Author: Greve, Felix Paul, 1879-1948. Title: Oscar Wilde [photocopy] / von Felix Paul Greve. --
Published: Berlin : Gose & Tetzlaff, Verlagsbuchhandlung, 1903. Description: 47 p.
Note: Original issued in series: Moderne Essays zur Kunst, Literatur, und Wissenschaft ; Heft 29.
Including this photocopy in the Spettigue Collection, the UM Archives own four versions in various formats of this 1903 key-text by Felix Paul Greve/Frederick Philip Grove: one of two Microfilm copies (negative) of this text was prepared by the NL of Canada for its Historical Microfilm Collection [CHIM], the other by the University of North Carolina, Chapel Hill, in 1977. The latter was donated by Henry Makow (RBR/Archives Mf 1) in the late 1970s.
An English translation by Barry Asker was published by William Hoffer, Vancouver, in 1984. The two last mentioned editions are available in RBR's FPG (Greve/Grove) Collections, the CHIM ed. are in Dafoe Microfilms.
Annotation: This is the first of three long articles by Felix Paul Greve about Oscar Wilde, many of whose works he had translated. It was written in Palermo, just 2 months before he was sentenced for fraud in Bonn, in late May, 1903. --
On the last page of the text (p. 41, signed "Palermo, im Marz 1902 / F. P. G."), Greve claims to have gained biographical information from Wilde's personal friends, and refers to 3 published sources: Gide's article in L'Ermitage, June 1902 ; Ernest La Jeunesse's in La Revue Blanche, Dec. 15. 1900, and R. H. Sherard's book which Greve judges a clumsy and poor attempt to defend O. Wilde.
In a bibliographical note (pp. 42-43), Greve points out the difficulties of obtaining Wilde's works on the bookmarket, but that editions in England (Wright & Jones), America, and in Germany are in preparation to reverse this trend.

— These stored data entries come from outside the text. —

class IQGenerator:
    """Complex samples of a SkyModel's sky at one tuning, as the receiver's ADC sees them.

    Block by block (``IQ_BLOCK`` samples): the sky's power spectrum at the block's time
    (re-evaluated every ``IQ_PSD_BLOCKS`` blocks on the fine frequency grid of the block)
    gives each frequency bin a complex Gaussian amplitude; the inverse FFT makes the
    samples. Impulsive interference is added in the time domain (pulses of its own
    width). ``cu8``: quantised like an RTL2832U: 127.5 for zero, clipped at 0 and 255.
    """

    def __init__(self, model: SkyModel, t0: float, center_hz: float, rate_hz: float, psd_per_k: float,
                 seed: int = 0, cu8: bool = True):
        self.model, self.t0, self.rate, self.psd_per_k = model, float(t0), float(rate_hz), float(psd_per_k)
        self.seed, self.cu8 = int(seed), bool(cu8)
        self.n = IQ_BLOCK
        self._zeros = np.zeros(self.n)
        self.count = 0                    # samples handed out since t0
        self.count_made = 0               # samples generated since t0 (a retune drops the rest of a batch)
        self._block = 0                   # blocks generated (the spectrum is re-evaluated every IQ_PSD_BLOCKS)
        self._buf = None
        self._events = [e for e in model.events if not isinstance(e, Impulses)]
        self._impulses = [e for e in model.events if isinstance(e, Impulses)]
        self._sstorms = [e for e in self._events if isinstance(e, JovianStorm) and e.params["s_bursts"]]
        self._bursts: list = []           # S-bursts in flight: (start, f0, drift, length, amplitude, phase)
        self._s_power = 0.0
        self.tune(center_hz)

    def tune(self, center_hz: float) -> None:
        self.center = float(center_hz)
        self.freq = self.center + (np.arange(self.n) - self.n // 2) * (self.rate / self.n)
        self._amp = None
        self._amp_block = -1
        self._buf = None                  # a retune drops the rest of the batch in progress
        self.count_made = self.count

    def _amplitudes(self, t_mid: float) -> np.ndarray:
        """Per-bin amplitudes (FFT order) for the sky at ``t_mid``; also finds the carrier
        lines (drawn as steady tones, not noise) and the S-burst power budget."""
        frame = IQ_PSD_BLOCKS * self.n / self.rate
        g = Grid(np.array([t_mid]), self.freq, self._zeros, frame, self.rate / self.n)
        plain = [e for e in self._events if e not in self._sstorms]
        total, background = render(self.model, g, events=plain)
        total = total[0].astype(np.float64)
        self._s_power = 0.0
        for e in self._sstorms:
            if e.r_t0 <= t_mid <= e.r_t1:
                with_s, bg = render(self.model, g, events=[e])
                storm = (with_s - bg)[0].astype(np.float64)
                total += (1 - S_BURST_SHARE) * storm
                # the rest arrives as S-bursts: mean power over the window (variance units)
                self._s_power += S_BURST_SHARE * float(storm.mean()) * self.psd_per_k * self.rate
                self._s_storm = e
        p = total * self.psd_per_k * self.rate      # variance per bin
        a = np.sqrt(self.n * p) * (127.5 if self.cu8 else 1.0)
        bins, phases = [], []
        df = self.rate / self.n
        for e in plain:
            fc = e.params.get("fc")
            if fc is None or not (isinstance(e, Spur) or e.params.get("line_share", 0) > 0):
                continue
            if not (e.t_start <= t_mid < e.t_end) or abs(fc - self.center) >= self.rate / 2 - df:
                continue
            j = int(round((fc - self.freq[0]) / df))
            bins.append((j + self.n // 2) % self.n)
            phases.append(2 * np.pi * ((fc * 0.618034e-3) % 1.0))
        self._line_bins = np.asarray(bins, dtype=np.int64)
        self._line_phasors = np.exp(1j * np.asarray(phases)).astype(np.complex64)
        return np.fft.ifftshift(a).astype(np.float32)

    def _next_block(self) -> np.ndarray:
        """The next IQ_BATCH blocks of samples (one FFT call; noise seeded per batch)."""
        t_start = self.t0 + self.count_made / self.rate
        if self._amp is None or self._block - self._amp_block >= IQ_PSD_BLOCKS:
            self._amp = self._amplitudes(t_start + 0.5 * IQ_PSD_BLOCKS * self.n / self.rate)
            self._amp_block = self._block
        first = int(round(t_start * self.rate))       # absolute sample index: a restart never repeats noise
        rng = np.random.default_rng([self.seed, self.model.sid, 9, first])
        idx = rng.integers(0, 65536, size=(IQ_BATCH, 2 * self.n), dtype=np.uint16)
        x = np.take(_gauss_table(), idx).view(np.complex64)
        if self._line_bins.size:
            x[:, self._line_bins] = self._line_phasors      # bin-centred tones: phase-continuous blocks
        x *= self._amp
        dc = DC_OFFSET * (127.5 if self.cu8 else 1.0) + (128.0 + 128.0j if self.cu8 else 0.0)
        x[:, 0] += np.complex64(self.n * dc)
        y = scipy.fft.ifft(x, axis=-1, overwrite_x=True, workers=1).reshape(-1)
        self._add_impulses(y, t_start, rng)
        self._add_sbursts(y, t_start, rng)
        self._block += IQ_BATCH
        self.count_made += y.size
        if not self.cu8:
            return y
        v = y.view(np.float32)
        np.clip(v, 0.0, 255.999, out=v)
        return v.astype(np.uint8)

    def _mean_time_in(self, drift_mhz_s: float) -> float:
        """Mean time an S-burst (as drawn below) spends inside the window (Monte Carlo, fixed draws)."""
        r = np.random.default_rng(0)
        f0 = r.uniform(-0.5, 1.0, 4000) * self.rate
        ext = r.uniform(1e6, 4e6, 4000)
        inside = np.clip(np.minimum(f0, self.rate / 2) - np.maximum(f0 - ext, -self.rate / 2), 0, None)
        return float(np.mean(inside / (abs(drift_mhz_s) * 1e6 * r.uniform(0.8, 1.2, 4000))))

    def _add_sbursts(self, y, t_start, rng):
        """Jovian S-bursts: narrowband chirps drifting at the storm's -10..-25 MHz/s,
        a few milliseconds at any one frequency (Zarka's reviews; from memory), arriving
        at the storm's rate and carrying S_BURST_SHARE of its mean power."""
        dur = y.size / self.rate
        if self._s_power > 0:
            e = self._s_storm
            p = e.params
            n_new = rng.poisson(p["s_rate"] * dur)
            for ts in t_start + np.sort(rng.uniform(0, dur, n_new)):
                fdot = p["s_drift"] * 1e6 * rng.uniform(0.8, 1.2)
                extent = rng.uniform(1e6, 4e6)
                f0 = self.center + rng.uniform(-0.5, 1.0) * self.rate
                # time the chirp spends inside the window, for the power budget
                lo, hi = max(f0 - extent, self.center - self.rate / 2), min(f0, self.center + self.rate / 2)
                amp2 = 2.0 * self._s_power / (p["s_rate"] * self._mean_time_in(p["s_drift"])) * \
                    rng.lognormal(0, 0.5) ** 2 / math.e ** 0.5
                if hi > lo:
                    self._bursts.append((ts, f0, fdot, extent / abs(fdot), math.sqrt(amp2), rng.uniform(0, 2 * np.pi)))
        keep = []
        scale = 127.5 if self.cu8 else 1.0
        t_end = t_start + dur
        for b in self._bursts:
            ts, f0, fdot, length, amp, ph = b
            # inside the window while f0 + fdot (t - ts) is within centre +- rate/2
            t_a = max(ts, t_start, ts + (f0 - (self.center + self.rate / 2)) / -fdot)
            t_b = min(ts + length, t_end, ts + (f0 - (self.center - self.rate / 2)) / -fdot)
            if t_b > t_a:
                i0, i1 = int((t_a - t_start) * self.rate), int(math.ceil((t_b - t_start) * self.rate))
                tt = t_start + np.arange(i0, i1) / self.rate - ts
                phase = 2 * np.pi * ((f0 - self.center) * tt + 0.5 * fdot * tt * tt) + ph
                env = np.sin(np.pi * np.clip(tt / length, 0, 1))
                y[i0:i1] += (amp * scale * env * np.exp(1j * phase)).astype(np.complex64)
            if ts + length > t_end:
                keep.append(b)
        self._bursts = keep

    def _add_impulses(self, y, t_start, rng):
        t_end = t_start + y.size / self.rate
        h = float(np.mean(self.model.bandpass(self.freq)))
        for e in self._impulses:
            if e.r_t1 < t_start or e.r_t0 > t_end:
                continue
            times = e.params["times"]
            a, b = np.searchsorted(times, [t_start, t_end])
            if a == b:
                continue
            w = max(1, int(round(e.params["width"] * self.rate)))
            sigma = math.sqrt(h * e.scale * e.params["t_imp"] * self.psd_per_k * self.rate * 0.5) * \
                (127.5 if self.cu8 else 1.0)
            weights = e.params.get("weights")
            for k in range(a, b):                  # a few pulses per block at most
                i = int((times[k] - t_start) * self.rate)
                seg = y[i:i + w]
                amp = sigma if weights is None else sigma * math.sqrt(weights[k])
                seg += (rng.standard_normal(seg.size) + 1j * rng.standard_normal(seg.size)).astype(np.complex64) * amp

    def read(self, n: int) -> np.ndarray:
        """The next ``n`` samples: uint8 interleaved I/Q (cu8) or complex64 (full scale 1)."""
        parts, have = [], 0
        width = 2 if self.cu8 else 1
        while have < n:
            if self._buf is None or self._buf.size == 0:
                self._buf = self._next_block()
            take = min(n - have, self._buf.size // width)
            parts.append(self._buf[:take * width])
            self._buf = self._buf[take * width:]
            have += take
        self.count += n
        return np.concatenate(parts) if len(parts) > 1 else parts[0].copy()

He then lists 23 numbered works by Wilde, and notes his own translations under entries for "Dorian Gray" and "Intentions" [tr. as Fingerzeige].
Axel Knönagel, in his published Ph.D. dissertation, Univ. Edmonton, was the first to document FPG's change of attitude towards Wilde during and after his prison term in 1903/4: - the March 1903 OW essay was written in Palermo, whereto Greve had "eloped" with Else Endell in late Jan. 1903. It differs significantly from the October 1903 one, which was written in Bonn's jail. [see A. K., Nietzschean philosophy in the works of Frederick Philip Grove, Lang, 1990]. --
In A. Gide's "Conversation avec un allemand" [June 1904], Greve explicitly reverses Wilde's decadent "art-pour-l'art" poles by declaring:"Je préfère la vie." [see Gaby Divay's e-Ed. of this amzing document] Local Note: This document is part of the D. O. Spettigue Collection in Archives & Special Collections (Mss 57, Box 14, Fld. 3).
Related Works: Greve, Felix Paul, 1879-1909. Randarabesken zu Oscar Wilde (Bonn, Oktober 1903). Greve, Felix Paul, 1879-1909. Oscar Wilde und das Drama (1905).
Subjects: Wilde, Oscar, 1854-1900 Criticism and interpretation, German.